If you happen to factor $p(n)=q(n)k(n)+r(n)$ when dividing $p(n)$ by $q(n)$, if $k(n)$ and $r(n)$ are guaranteed to be integers, and $r(n)<q(n)$, then you do have a good integer factorization. This happens for lots of natural examples, for example $p=n^2$ and $q=n+1$ gives $k=n-1$, $r=1$ and when you divide $n^2$ by $n+1$ in the integers you do in fact get a remainder of 1.

In your scale, $k(n)$ is almost certainly not an integer.

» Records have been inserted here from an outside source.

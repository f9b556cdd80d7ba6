//! Flat statements to a network: wiring first, then kinds, values, relations, questions, claims.

mod device;
mod expression;
mod question;
mod relation;
mod value;
mod wiring;

use std::collections::{BTreeMap, BTreeSet};
use std::rc::Rc;

use crate::algebra::Symbol;
use crate::budget::{Budget, Limits};
use crate::diagnostic::Diagnostic;
use crate::language::expand::{Flat, Scope, plain};
use crate::language::nearest::nearest;
use crate::language::statement::squeeze;
use crate::language::syntax::{Expression, Name, PartValue, Statement, StatementKind};
use crate::network::{
    Dimension, DriveId, ElementId, Network, NetworkBuilder, NodeId, Origin, Sign, SymbolFacts,
};
use crate::source::{SourceId, Sources, Span};

/// What a global name of the common name space is.
#[derive(Clone, Debug)]
pub(crate) struct Entry {
    pub(crate) what: What,
    pub(crate) place: Span,
}

/// The things that share one name space.
#[derive(Clone, Debug)]
pub(crate) enum What {
    /// A part with two ends.
    Part(ElementId),
    /// A device.
    Device(crate::network::DeviceId),
    /// A coupling.
    Coupling,
    /// A free symbol, a name with a nominal, a parameter, an option.
    Symbol,
    /// A name that a relation sets and nothing else introduces.
    Set,
    /// A declared drive.
    Drive(DriveId),
    /// A derived function.
    Derived,
}

/// A part before its kind is known.
#[derive(Clone, Debug)]
pub(crate) struct RawPart {
    pub(crate) name: String,
    pub(crate) from: usize,
    pub(crate) to: usize,
    pub(crate) value: Option<Box<PartValue>>,
    pub(crate) place: Span,
    pub(crate) scope: Rc<Scope>,
}

/// A value that waits for its symbol.
pub(crate) struct Nominal {
    pub(crate) name: String,
    pub(crate) value: Box<PartValue>,
    pub(crate) place: Span,
    pub(crate) scope: Rc<Scope>,
}

/// A relation line that waits.
pub(crate) struct RawRelation {
    pub(crate) left: String,
    pub(crate) left_place: Span,
    pub(crate) right: Expression,
    pub(crate) exactly: bool,
    pub(crate) deviation: Option<crate::language::syntax::Deviation>,
    pub(crate) scope: Rc<Scope>,
    pub(crate) place: Span,
}

pub(crate) struct Lowering<'a> {
    pub(crate) sources: &'a Sources,
    pub(crate) builder: NetworkBuilder,
    pub(crate) budget: Budget,
    pub(crate) messages: Vec<Diagnostic>,
    pub(crate) names: BTreeMap<String, Entry>,
    /// Raw nodes by name, joined later.
    pub(crate) node_index: BTreeMap<String, usize>,
    pub(crate) node_names: Vec<(Option<String>, Span)>,
    pub(crate) joins: Vec<(usize, usize)>,
    pub(crate) node_ids: Vec<NodeId>,
    pub(crate) raw_parts: Vec<RawPart>,
    pub(crate) kinds: BTreeMap<String, (String, Span)>,
    pub(crate) relations: Vec<RawRelation>,
    pub(crate) instances: &'a BTreeMap<String, Rc<Scope>>,
    /// Parameters with a symbol of their own that were used.
    pub(crate) used: BTreeSet<String>,
    pub(crate) set: &'a [(String, String)],
    pub(crate) set_done: BTreeSet<String>,
    /// Drives by name: declared ones and independent sources.
    pub(crate) drive_ids: BTreeMap<String, DriveId>,
}

/// Terms one expression of a file may have when it is multiplied out.
const MAX_TERMS: usize = 20_000;

/// Lowers a flat list of statements.
pub(crate) fn lower(
    sources: &Sources,
    main: SourceId,
    flat: Vec<Flat>,
    instances: &BTreeMap<String, Rc<Scope>>,
    lets: &BTreeSet<String>,
    set: &[(String, String)],
) -> (Option<Network>, Vec<Diagnostic>) {
    let start = Span::new(main, 0, 0);
    let mut lowering = Lowering {
        sources,
        builder: NetworkBuilder::new(start),
        budget: Budget::new(Limits {
            terms: MAX_TERMS,
            ..Limits::default()
        }),
        messages: Vec::new(),
        names: BTreeMap::new(),
        node_index: BTreeMap::new(),
        node_names: vec![(Some("ground".to_owned()), start)],
        joins: Vec::new(),
        node_ids: Vec::new(),
        raw_parts: Vec::new(),
        kinds: BTreeMap::new(),
        relations: Vec::new(),
        instances,
        used: BTreeSet::new(),
        set,
        set_done: lets.clone(),
        drive_ids: BTreeMap::new(),
    };
    lowering.run(flat);
    let has_error = lowering.messages.iter().any(Diagnostic::is_error);
    if has_error {
        return (None, lowering.messages);
    }
    let network = lowering.builder.finish();
    let mut messages = lowering.messages;
    messages.extend(crate::network::check::check(&network));
    let has_error = messages.iter().any(Diagnostic::is_error);
    ((!has_error).then_some(network), messages)
}

impl Lowering<'_> {
    fn run(&mut self, flat: Vec<Flat>) {
        let mut later = Vec::new();
        for Flat { statement, scope } in flat {
            self.first_pass(statement, scope, &mut later);
        }
        self.node_ids();
        self.make_parts();
        let mut devices = Vec::new();
        let mut couplings = Vec::new();
        let mut rest = Vec::new();
        for (statement, scope) in later {
            match &statement.kind {
                StatementKind::Is { kind, .. } if plain(kind) == "coupling" => {
                    couplings.push((statement, scope));
                }
                StatementKind::Is { .. } => devices.extend(self.declare_device(statement, &scope)),
                _ => rest.push((statement, scope)),
            }
        }
        self.check_reference();
        self.introduce(&rest);
        self.set_nominals(&rest);
        for device in &devices {
            let _ = self.build_device(device);
        }
        for (statement, scope) in couplings {
            self.coupling(&statement, &scope);
        }
        self.relations();
        self.drives_of_sources();
        let (questions, others): (Vec<_>, Vec<_>) = rest
            .into_iter()
            .partition(|(statement, _)| matches!(statement.kind, StatementKind::Derive { .. }));
        for (statement, scope) in questions.into_iter().chain(others) {
            self.last_pass(statement, &scope);
        }
        self.warn_unused();
        self.unknown_sets();
    }

    fn first_pass(
        &mut self,
        statement: Statement,
        scope: Rc<Scope>,
        later: &mut Vec<(Statement, Rc<Scope>)>,
    ) {
        match statement.kind {
            StatementKind::Title(title) => self.builder.title(title),
            StatementKind::Path(nodes, links) => self.path(&nodes, links, &scope),
            StatementKind::Is {
                ref names,
                ref kind,
                terminals: None,
                ref coils,
                ..
            } if coils.is_empty() && plain(kind) != "coupling" => {
                for name in names {
                    let own = scope.own(&plain(name));
                    self.kinds.insert(own, (plain(kind), kind.place));
                }
            }
            StatementKind::Relation {
                left,
                right,
                exactly,
                deviation,
            } => {
                for name in left {
                    self.relations.push(RawRelation {
                        left: scope.own(&plain(&name)),
                        left_place: name.place,
                        right: right.clone(),
                        exactly,
                        deviation: deviation.clone(),
                        scope: Rc::clone(&scope),
                        place: statement.place,
                    });
                }
            }
            kind => {
                if let StatementKind::Is {
                    terminals: Some(list),
                    ..
                } = &kind
                {
                    for terminal in list {
                        let name = terminal.node.as_ref().map_or(terminal.name.clone(), plain);
                        if name != "."
                            && name
                                .chars()
                                .next()
                                .is_some_and(|c| c.is_alphanumeric() || c == '_')
                        {
                            self.raw_node(&name, terminal.place, &scope);
                        }
                    }
                }
                later.push((
                    Statement {
                        kind,
                        place: statement.place,
                    },
                    scope,
                ));
            }
        }
    }

    fn last_pass(&mut self, statement: Statement, scope: &Rc<Scope>) {
        match statement.kind {
            StatementKind::Assume(first, chain) => {
                self.assume(&first, chain, scope, statement.place)
            }
            StatementKind::Derive {
                name,
                question,
                without,
                text,
            } => self.derive(&name, &question, &without, text, statement.place),
            StatementKind::Claim(claimed, text) => self.claim(claimed, text, statement.place),
            StatementKind::Starts {
                part,
                is_voltage,
                value,
            } => self.start(&part, is_voltage, &value, scope, statement.place),
            _ => {}
        }
    }

    // ---- messages -------------------------------------------------------------------------------

    pub(crate) fn error(
        &mut self,
        place: Span,
        message: impl Into<String>,
        help: impl Into<String>,
    ) {
        self.messages
            .push(Diagnostic::error(place, message).help(help));
    }

    pub(crate) fn warning(
        &mut self,
        place: Span,
        message: impl Into<String>,
        help: impl Into<String>,
    ) {
        self.messages
            .push(Diagnostic::warning(place, message).help(help));
    }

    /// Adds the line that made the instance a message is about.
    pub(crate) fn through(&mut self, scope: &Scope) {
        let Some((_, place)) = &scope.outer else {
            return;
        };
        let (place, instance) = (*place, scope.instance.clone());
        if let Some(message) = self.messages.pop() {
            self.messages
                .push(message.label(place, format!("in the instance {instance}")));
        }
    }

    // ---- names ----------------------------------------------------------------------------------

    /// Enters a name; an error when it is taken.
    pub(crate) fn enter(&mut self, name: &str, what: What, place: Span) -> bool {
        if let Some(before) = self.names.get(name) {
            let message = format!("{name} is introduced twice");
            let error = Diagnostic::error(place, message)
                .label(before.place, "first here")
                .help("give one of them another name");
            self.messages.push(error);
            return false;
        }
        self.names.insert(name.to_owned(), Entry { what, place });
        true
    }

    /// A new symbol with its facts, positive, without dimension.
    pub(crate) fn new_symbol(
        &mut self,
        name: &str,
        origin: Origin,
        dimension: Option<Dimension>,
        place: Span,
    ) -> Symbol {
        let symbol = self.builder.symbols().intern(name);
        self.builder.facts(SymbolFacts {
            symbol,
            origin,
            dimension,
            sign: Sign::Positive,
            nominal: None,
            tolerance: None,
            range: None,
            in_hertz: false,
            place,
        });
        symbol
    }

    /// An unknown name, with the nearest known one.
    pub(crate) fn unknown(&mut self, name: &str, place: Span, scope: &Scope) {
        let mut known: Vec<&str> = self.names.keys().map(String::as_str).collect();
        let parameters: Vec<String> = scope.parameters.keys().cloned().collect();
        known.extend(parameters.iter().map(String::as_str));
        let bare = name.strip_prefix(&scope.prefix).unwrap_or(name);
        let near = nearest(bare, known.iter().copied())
            .or_else(|| nearest(name, known.iter().copied()))
            .map(str::to_owned);
        let node_exists = self.node_index.contains_key(&scope.node(bare));
        let help = match near {
            Some(near) => format!("did you mean {near}? else introduce it by free {bare}"),
            None if node_exists => format!("{bare} is a node; write voltage({bare})"),
            None => format!("introduce it by free {bare}, or give it a nominal: {bare} : 10 k"),
        };
        self.error(place, format!("{bare} is not known here"), help);
        self.through(scope);
    }

    /// The node of a name as written in a question or a control.
    pub(crate) fn find_node(&self, name: &str, scope: &Scope) -> Option<NodeId> {
        let global = scope.node(name);
        if global == "ground" {
            return Some(NodeId::GROUND);
        }
        if let Some(&raw) = self.node_index.get(&global) {
            return self.node_ids.get(raw).copied();
        }
        // `A1.in`: a port is the outer node.
        let (instance, port) = global.rsplit_once('.')?;
        let outer = self.instances.get(instance)?.ports.get(port)?.clone();
        if outer == "ground" {
            return Some(NodeId::GROUND);
        }
        self.node_ids.get(*self.node_index.get(&outer)?).copied()
    }

    pub(crate) fn unknown_node(&mut self, name: &Name, scope: &Scope) {
        let text = plain(name);
        let known: Vec<String> = self.node_index.keys().cloned().collect();
        let near = nearest(&text, known.iter().map(String::as_str)).map(str::to_owned);
        let help = near.map_or_else(
            || "nodes stand in paths and in the parentheses of devices".to_owned(),
            |near| format!("did you mean {near}?"),
        );
        self.error(name.place, format!("there is no node {text}"), help);
        self.through(scope);
    }

    /// Text of a place, blanks squeezed.
    pub(crate) fn text(&self, place: Span) -> String {
        squeeze(self.sources.slice(place))
    }
}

It's closer to something like divide $n^2$ by $5n$. Then you get $k=\frac{1}{5}n$, $r=0$ but the remainder has nothing to do with integer division unless $k$ happens to be an integer.
Or another example, divide $n^2$ by $n+100$. This gives $k=n-100$, $r=10000$. But when you pick $n=30$ and divide $900$ by $103$, the remainder isn't $10000$, because we failed the requirement that $r<q$

 

[Rikudo]

So, to find $k$, should I make use of the quotient instead of the remainder?

The quotient will be : $\frac n k + \frac {k-1} {k²}$Here is what I thought initially:
At first glance, the only possible value of $k$ is 1. Otherwise, the second term will become a fraction (consequently, the quotient will not be an integer)However, now that I think about it, isn't it possible for the quotient to be an integer even though if both term is a fraction?

 

[PeroK]

I would have checked this out for the first few primes to see whether I could spot a pattern for $p, n$ and $4p -3$.

It also helps to convince yourself that what you are trying to prove might actually be true!